--- START ---
package store

import (
	"bufio"
	"math/rand/v2"
	"os"
	"os/exec"
	"path/filepath"
	"slices"
	"strconv"
	"testing"
	"time"
)

// killSoon waits until the child has the logbook open and has it killed at a random moment after.
func killSoon(cmd *exec.Cmd, lines *bufio.Scanner) {
	lines.Scan()
	time.AfterFunc(time.Duration(rand.IntN(100_000))*time.Microsecond, func() { cmd.Process.Kill() })
}

// rounds is how often a process is killed: RINGBOOK_KILLS, or few enough for an everyday test.
func rounds(t *testing.T, everyday int) int {
	if s := os.Getenv("RINGBOOK_KILLS"); s != "" {
		n, err := strconv.Atoi(s)
		if err != nil {
			t.Fatalf("RINGBOOK_KILLS=%q: %v", s, err)
		}
		return n
	}
	return everyday
}

// TestKilledWhileLogging kills a process that logs, at any moment from its first, and looks for every trial that was
// acknowledged: each must be there, once and whole.
func TestKilledWhileLogging(t *testing.T) {
	path := filepath.Join(t.TempDir(), "ringbook.db")
	acknowledged := map[string]bool{}
	n := rounds(t, 20)
	for range n {
		cmd, lines := startChild(t, path, "1000000")
		killSoon(cmd, lines)
		for lines.Scan() {
			acknowledged[lines.Text()] = true
		}
		if err := cmd.Wait(); err == nil || cmd.ProcessState.ExitCode() != -1 {
			t.Fatalf("the child was not killed: %v", cmd.ProcessState)
		}
		lb, err := Open(t.Context(), path)
		if err != nil {
			t.Fatal(err)
		}
		found := map[string]int{}
		for trial, err := range lb.Trials(t.Context(), Scope{}) {
			if err != nil {
				t.Fatal(err)
			}
			found[trial.ID]++
			if len(trial.Readings) != 5 || len(trial.Readings[0].Repeats) != 3 {
				t.Fatalf("trial %s is not whole: %v", trial.ID, trial.Readings)
			}
		}
		for id := range acknowledged {
			if found[id] != 1 {
				t.Errorf("trial %s was acknowledged and is there %d times", id, found[id])
			}
		}
		mustAudit(t, lb)
		lb.Close()
	}
	if len(acknowledged) == 0 {
		t.Error("no trial was acknowledged in any round: nothing was tested")
	}
	t.Logf("%d rounds, %d trials acknowledged", n, len(acknowledged))
}

// TestKilledWhileLoggingWaveforms finds each trial with all of its waveforms and readings, and none that was acknowledged
// lost. It looks at the file by OpenReadOnly, which leaves nothing beside it.
func TestKilledWhileLoggingWaveforms(t *testing.T) {
	dir := t.TempDir()
	path := filepath.Join(dir, "ringbook.db")
	acknowledged := map[string]bool{}
	whole := map[string]bool{}
	_, want := withWaveforms()
	for range rounds(t, 10) {
		cmd, lines := startChild(t, path, "1000000 with waveforms")
		killSoon(cmd, lines)
		for lines.Scan() {
			acknowledged[lines.Text()] = true
		}
		cmd.Wait()
		lb, err := OpenReadOnly(t.Context(), path)
		if err != nil {
			t.Fatal(err)
		}
		found := map[string]bool{}
		for trial, err := range lb.Trials(t.Context(), Scope{}) {
			if err != nil {
				t.Fatal(err)
			}
			found[trial.ID] = true
			if whole[trial.ID] {
				continue
			}
			whole[trial.ID] = true
			got := waveforms(t, lb, trial.ID)
			if len(trial.Readings) != 5 || !trial.Readings[0].FromWaveform || len(got) != len(want) {
				t.Fatalf("trial %s is not whole: %d waveforms, %v", trial.ID, len(got), trial.Readings)
			}
			for i := range want {
				if !slices.Equal(want[i].Volts, got[i].Volts) {
					t.Fatalf("waveform %s of trial %s is another", got[i].ID, trial.ID)
				}
			}
		}
		var loose int
		if err := lb.db.QueryRowContext(t.Context(), "SELECT count(*) FROM waveform WHERE trial NOT IN (SELECT seq FROM trial)").Scan(&loose); err != nil || loose != 0 {
			t.Fatalf("%d waveforms without a trial, %v", loose, err)
		}
		for id := range acknowledged {
			if !found[id] {
				t.Errorf("trial %s was acknowledged and is not there", id)
			}
		}
		if err := lb.Close(); err != nil {
			t.Fatal(err)
		}
		if names, _ := filepath.Glob(filepath.Join(dir, "*")); len(names) != 1 {
			t.Errorf("left beside the logbook: %v", names)
		}
	}
	if len(acknowledged) == 0 {
		t.Error("no trial was acknowledged in any round: nothing was tested")
	}
	t.Logf("%d trials acknowledged", len(acknowledged))
}

// TestKilledWhileImporting finds whole imports alone.
func TestKilledWhileImporting(t *testing.T) {
	path := filepath.Join(t.TempDir(), "ringbook.db")
	imported, n := 0, rounds(t, 10)
	for range n {
		cmd, lines := startChild(t, path, "import")
		killSoon(cmd, lines)
		for lines.Scan() {
			imported += importSize
		}
		cmd.Wait()
		lb, err := Open(t.Context(), path)
		if err != nil {
			t.Fatal(err)
		}
		held := len(collect(t, lb, Scope{}))
		if held%importSize != 0 || held < imported || held > imported+importSize {
			t.Fatalf("%d trials: %d were acknowledged, in imports of %d", held, imported, importSize)
		}
		imported = held
		mustAudit(t, lb)
		lb.Close()
	}
	if imported == 0 {
		t.Error("no import was finished in any round: nothing was tested")
	}
	t.Logf("%d rounds, %d trials imported", n, imported)
}

// TestKilledWhileMaking kills a process that makes a new logbook.
func TestKilledWhileMaking(t *testing.T) {
	for range rounds(t, 20) {
		path := filepath.Join(t.TempDir(), "ringbook.db")
		cmd, _ := startChild(t, path, "look")
		time.AfterFunc(time.Duration(rand.IntN(30_000))*time.Microsecond, func() { cmd.Process.Kill() })
		cmd.Wait()
		lb, err := Open(t.Context(), path)
		if err != nil {
			t.Fatal(err)
		}
		mustAdd(t, lb, example())
		lb.Close()
	}
}

// TestKilledWhileMerging finds all of the other logbook merged or nothing, and both sound.
func TestKilledWhileMerging(t *testing.T) {
	other := bench(t, 500)
	want := contents(t, other)
	merged, n := 0, rounds(t, 6)
	for range n {
		path := filepath.Join(t.TempDir(), "ringbook.db")
		cmd, lines := startChild(t, path, "merge "+other.Path())
		lines.Scan() // ready
		time.AfterFunc(time.Duration(rand.IntN(250_000))*time.Microsecond, func() { cmd.Process.Kill() })
		lines.Scan()
		cmd.Wait()
		lb, err := Open(t.Context(), path)
		if err != nil {
			t.Fatal(err)
		}
		switch r := mustAudit(t, lb); {
		case r.Entries == 0 && lines.Text() == "":
		case r.Entries != len(want)-1: // without the boards
			t.Errorf("%d entries, want none or %d", r.Entries, len(want)-1)
		default:
			merged++
		}
		mustMerge(t, lb, other)
		if got := contents(t, lb); !slices.Equal(got, want) {
			t.Error("merged again, it holds something else")
		}
		lb.Close()
	}
	mustAudit(t, other)
	t.Logf("%d rounds, %d of them merged before the kill", n, merged)
}

// TestKilledWhileMigrating finds a file of an older schema or one moved forward, with all it had.
func TestKilledWhileMigrating(t *testing.T) {
	moved, n := 0, rounds(t, 15)
	for i := range n {
		path := version(t, 1+i%3)
		cmd, _ := startChild(t, path, "look")
		time.AfterFunc(time.Duration(rand.IntN(60_000))*time.Microsecond, func() { cmd.Process.Kill() })
		cmd.Wait()
		// It is looked at with what the killed program left beside it.
		if schema := schemaBehind(t, path); schema == 4 {
			moved++
		} else if schema < 1+i%3 || schema > 4 {
			t.Errorf("schema %d", schema)
		}
		lb, err := Open(t.Context(), path)
		if err != nil {
			t.Fatal(err)
		}
		if r := mustAudit(t, lb); r.Trials != []int{5, 3, 5}[i%3] || r.Schema != 4 {
			t.Errorf("%+v", r)
		}
		lb.Close()
	}
	t.Logf("%d rounds, %d of them moved before the kill", n, moved)
}

func schemaBehind(t testing.TB, path string) int {
	t.Helper()
	lb, err := OpenReadOnly(t.Context(), path)
	if err != nil {
		t.Fatal(err)
	}
	defer lb.Close()
	schema, err := schemaOf(t.Context(), lb.db)
	if err != nil {
		t.Fatal(err)
	}
	return schema
}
--- END ---
PROMPT:
The required output is the stretch of entries above from the line containing "found[trial.ID] = true" through the line containing "if len(trial.Readings) != 5 || !trial.Readings[0].FromWaveform", reproduced exactly.

RESPONSE BELOW:
			found[trial.ID] = true
			if whole[trial.ID] {
				continue
			}
			whole[trial.ID] = true
			got := waveforms(t, lb, trial.ID)
			if len(trial.Readings) != 5 || !trial.Readings[0].FromWaveform || len(got) != len(want) {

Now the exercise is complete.